Perceba que os petistas não arrombaram as portas da casa-grande a pontapés. Estão entrando "na moral".
Na verdade, o seu [dos petistas] sonho, mas também nosso; a sua/nossa utopia, cá entre nós, é transformar a senzala em casa-grande. Ou ao menos acabar com a hipocrisia de um apartheid dissimulado. Mas, eu bem sei, isso é coisa de sonhador.
Por isso, os petistas estão – e devemos nos somar a eles – realizando a utopia "comendo pelas beiradas".
Ô raça essa!
Por que será que querem acabar com a essa raça mesmo?
Faça-me um favor, gente fina, avisa lá pra aquela "Vossa Excelência", lá em Brasília, que eu sou um cabra retado do Nordeste e que comigo não tem fuleragem, não. Diga-lhe ainda que o dinheiro, um dos principais vetores de infecção do corpo e da alma, o meu [dinheiro] eu lavo lá no rio da baixa da égua e o que sobra, limpinho, cheirando a alho, a gente deposita lá nas Ilhas Carimã [sic]. Porque esse negócio de comprar apartamento e até tampa de privada em Miami e é coisa de novo rico rastaquera.

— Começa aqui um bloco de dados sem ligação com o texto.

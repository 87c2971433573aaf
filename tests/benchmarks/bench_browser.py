"""Benchmark: the served app in Debian's headless Chromium (first maps, slice redraw, click).

Run on its own (not collected by pytest)::

    python tests/benchmarks/bench_browser.py [--slices 12] [--clicks 8]

The demo scenario's app is served in this process (``pn.serve(..., threaded=True)``) and
driven with Python Playwright in Debian's Chromium (the binary and flags of tests/conftest.py;
no network but loopback). Measured, wall clock on the Python side:

1. first maps: from ``page.goto`` of a fresh server (explorer.server, as ``explorer serve``
   runs it, but without solving before serving) to the text "points solved" and the Bokeh
   figure "map-0" rendered (its view has a frame: tests/explorer/helpers.py FIND_PIXEL). The
   first session includes loading the numba kernel from its on-disk cache (refreshed first in
   a child process, so no compile is timed) and solving the demo window (5,746 points) in the
   server; later sessions get the solved window from the server's cache
   (median of 3 new pages).
2. slice change: focus the visible slider handle, press ArrowRight (then ArrowLeft, so every
   step shows a new slice), and time until map-0's first renderer's data source data change
   (JSON compared with the data before, polled every 2 ms in the page), and until two animation
   frames later (the new slice painted). The in-page times from the keydown event are printed
   too, and the server's share: the app's slice-redraw callback, timed by a wrapper installed
   in this process only (time_server_redraw). Target (issue): under 200 ms.
3. click -> balance: click a grid node on map-0 and time until the balance heading names that
   node and the balance table shows its pressure.
4. server time of a warm page load: the CPU time of the server's thread (its event loop runs
   every GET, page build and callback) from ``goto`` to first maps, for each later session;
   the page build's wall time as the server records it (SessionBook.build_seconds); the wall
   time of a bare GET (the shell a client that never connects gets).
5. a burst of 50 page requests, each abandoned after 0.5 s, then the first maps of a real page
   right after it, and how many pages the server built for the abandoned requests.

Figures only: nothing here asserts a time.
"""

from __future__ import annotations

import sys
from pathlib import Path

ROOT = Path(__file__).resolve().parents[2]
if str(ROOT) not in sys.path:
    sys.path.insert(0, str(ROOT))

import argparse  # noqa: E402
import os  # noqa: E402
import platform  # noqa: E402
import socket  # noqa: E402
import statistics  # noqa: E402
import subprocess  # noqa: E402
import time  # noqa: E402

import thermo  # noqa: E402
from tests.benchmarks.common import code_version  # noqa: E402
from tests.conftest import CHROMIUM_ARGS, chromium_binary  # noqa: E402
from tests.explorer.helpers import FIND_PIXEL  # noqa: E402
from thermo.equilibrium import kernel_is_cached  # noqa: E402

FALLBACK_CHROMIUM = "/usr/lib/chromium/chromium"

WARM_CACHE = ("import thermo; thermo.sweep(thermo.load_scenario().with_window("
              "temperature=('700 degC', '900 degC', 3), pressure=('10 bar', '40 bar', 2), "
              "steam_to_carbon=(1.0, 3.0, 2)))")

#: Start watching map-0's first renderer; window.__watch resolves with in-page times.
WATCH_MAP = """() => {
  const data = () => {
    const fig = Bokeh.documents[0].get_model_by_name('map-0');
    const d = fig.renderers[0].data_source.data;
    return JSON.stringify(d.xs !== undefined ? d.xs : d);
  };
  const before = data();
  window.__key = null;
  window.__watch = new Promise(resolve => {
    const start = performance.now();
    function check() {
      if (data() !== before) {
        const changed = performance.now();
        requestAnimationFrame(() => requestAnimationFrame(() =>
          resolve({key: window.__key, changed, painted: performance.now()})));
      } else if (performance.now() - start > 20000) {
        resolve(null);
      } else {
        setTimeout(check, 2);
      }
    }
    check();
  });
  return true;
}"""

KEY_LISTENER = """() => document.addEventListener('keydown',
  () => { window.__key = performance.now(); }, true)"""


def free_port() -> int:
    with socket.socket() as s:
        s.bind(("127.0.0.1", 0))
        return s.getsockname()[1]


#: Durations [s] of the server's slice-redraw callback, filled by the timing wrapper below.
SERVER_REDRAW: list[float] = []


def time_server_redraw() -> None:
    """Wrap MapsView._redraw_slices (in this process only) to time the server's share.

    The wrapper only measures: it calls the original and records how long it took (the new
    slice's layers for both maps and the data-source updates, before they are sent).
    """
    from explorer.app import MapsView

    original = MapsView._redraw_slices

    def timed(self, *args):
        t0 = time.perf_counter()
        try:
            return original(self, *args)
        finally:
            SERVER_REDRAW.append(time.perf_counter() - t0)

    MapsView._redraw_slices = timed


def serve():
    """The demo served in this process by `explorer serve`'s server (explorer.server); the
    window is NOT solved beforehand, so that the first session's first maps are cold."""
    from explorer.server import serve as explorer_serve

    time_server_redraw()

    port = free_port()
    t0 = time.perf_counter()
    server = explorer_serve(thermo.load_scenario(), port=port, address="127.0.0.1",
                            threaded=True)
    deadline = time.time() + 30
    while time.time() < deadline:
        try:
            socket.create_connection(("127.0.0.1", port), timeout=1).close()
            break
        except OSError:
            time.sleep(0.02)
    return server, server.url, time.perf_counter() - t0


def server_cpu(server) -> float:
    """CPU time [s] used so far by the server's thread (its event loop: every page GET,
    page build, model serialization and callback of every session runs there)."""
    return time.clock_gettime(time.pthread_getcpuclockid(server.thread.ident))


def get_page(url: str) -> float:
    """Wall time [s] of one GET of the page (what a client that never connects costs)."""
    import urllib.request

    t0 = time.perf_counter()
    urllib.request.urlopen(url, timeout=30).read()
    return time.perf_counter() - t0


def abandoned_burst(url: str, n: int = 50, after: float = 0.5) -> None:
    """n page requests at once, each given up after `after` seconds (answered or not)."""
    import threading

    host, port = "127.0.0.1", int(url.rsplit(":", 1)[1].strip("/"))

    def one():
        with socket.create_connection((host, port), timeout=after) as s:
            s.sendall(f"GET / HTTP/1.1\r\nHost: {host}:{port}\r\n\r\n".encode())
            try:
                s.recv(1)
            except TimeoutError:
                pass

    threads = [threading.Thread(target=one) for _ in range(n)]
    for t in threads:
        t.start()
    for t in threads:
        t.join()


def thread_cpu(thread) -> float:
    """CPU time [s] used so far by a thread (by its ident)."""
    return time.clock_gettime(time.pthread_getcpuclockid(thread.ident))


def reference_serving(sc, ctx, n: int = 3):
    """Reference in the same run: the same page served the way Panel serves an app function
    by default (``pn.serve({"/": lambda: build_app(sc)})``: the whole page is built on every
    GET). Returns the wall times of n bare GETs, the server thread's CPU time for each, and
    the wall and server CPU time of n browser page loads to first maps."""
    import panel as pn

    from explorer.app import build_app

    port = free_port()
    thread = pn.serve({"/": lambda: build_app(sc)}, port=port, address="127.0.0.1",
                      websocket_origin=[f"127.0.0.1:{port}"], threaded=True, show=False,
                      verbose=False)
    url = f"http://127.0.0.1:{port}/"
    deadline = time.time() + 30
    while time.time() < deadline:
        try:
            socket.create_connection(("127.0.0.1", port), timeout=1).close()
            break
        except OSError:
            time.sleep(0.02)
    try:
        get_page(url)  # warm
        gets, get_cpu, maps, maps_cpu = [], [], [], []
        for _ in range(n):
            c0 = thread_cpu(thread)
            gets.append(get_page(url))
            get_cpu.append(thread_cpu(thread) - c0)
        for _ in range(n):
            c0 = thread_cpu(thread)
            maps.append(open_maps(ctx.new_page(), url))
            maps_cpu.append(thread_cpu(thread) - c0)
    finally:
        thread.stop()
    return gets, get_cpu, maps, maps_cpu


def open_maps(page, url) -> float:
    t0 = time.perf_counter()
    page.goto(url)
    page.get_by_text("points solved").first.wait_for(timeout=120000)
    page.wait_for_function(f"() => ({FIND_PIXEL})(['map-0', 850, 20]) !== null",
                           timeout=60000)
    return time.perf_counter() - t0


def slice_changes(page, n: int):
    handle = page.locator(".noUi-handle >> visible=true").first
    handle.focus()
    page.evaluate(KEY_LISTENER)
    half = n // 2
    keys = ["ArrowRight"] * half + ["ArrowLeft"] * (n - half)
    wall, changed, painted, timeouts = [], [], [], 0
    for key in keys:
        page.evaluate(WATCH_MAP)
        t0 = time.perf_counter()
        handle.press(key)
        r = page.evaluate("() => window.__watch")
        t1 = time.perf_counter()
        if r is None or r["key"] is None:
            timeouts += 1
            continue
        wall.append(t1 - t0)
        changed.append((r["changed"] - r["key"]) / 1000.0)
        painted.append((r["painted"] - r["key"]) / 1000.0)
    return wall, changed, painted, timeouts


def balance_clicks(page, sc, n: int):
    """Click grid nodes of map-0 (temperature degC, pressure bar) and wait for the balance."""
    T = sc.window.axes()["temperature"].values() - 273.15
    P = sc.window.axes()["pressure"].values() / 1e5
    nodes = [(T[i], P[j]) for i, j in
                 [(3, 2), (10, 6), (18, 9), (6, 11), (22, 4), (14, 1), (1, 8), (20, 12),
                  (8, 3), (16, 7), (24, 10), (12, 5)]][:n]
    # Bring map-0 into the viewport (FIND_PIXEL gives viewport coordinates).
    mid = page.evaluate(FIND_PIXEL, ["map-0", float(T.mean()), float(P.mean())])
    page.evaluate(f"() => window.scrollBy(0, {mid['y']} - window.innerHeight / 2)")
    page.wait_for_timeout(300)
    times = []
    for x, y in nodes:
        # A pause (not timed) so that Bokeh does not take two quick taps for a double tap.
        page.wait_for_timeout(800)
        pos = page.evaluate(FIND_PIXEL, ["map-0", float(x), float(y)])
        label = f"{x:.1f} degC, {y:.3f} bar abs"
        t0 = time.perf_counter()
        page.mouse.click(pos["x"], pos["y"])
        page.get_by_text(label).first.wait_for(timeout=20000)
        balance = 'table.rw-table:not([data-table]):not([data-role="best-balance"] table)'
        page.locator(balance).first.filter(has_text=f"{y:.3f}").wait_for(timeout=20000)
        times.append(time.perf_counter() - t0)
    return times


def fmt(xs) -> str:
    ms = [1000 * x for x in xs]
    return (f"median {statistics.median(ms):7.1f} ms   min {min(ms):7.1f}   max "
            f"{max(ms):7.1f}   (n={len(ms)})")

Nota: Carimã, para os que não conhecem, é uma espécie de massa ou bolo que se faz de um determinado tipo de mandioca na região norte e nordeste do Brasil. Foi utilizado aqui, claro, como um trocadilho às Ilhas Cayman, conhecido paraíso fiscal dos endinheirados brasileiros que querem lavar dinheiro e fugir do fisco.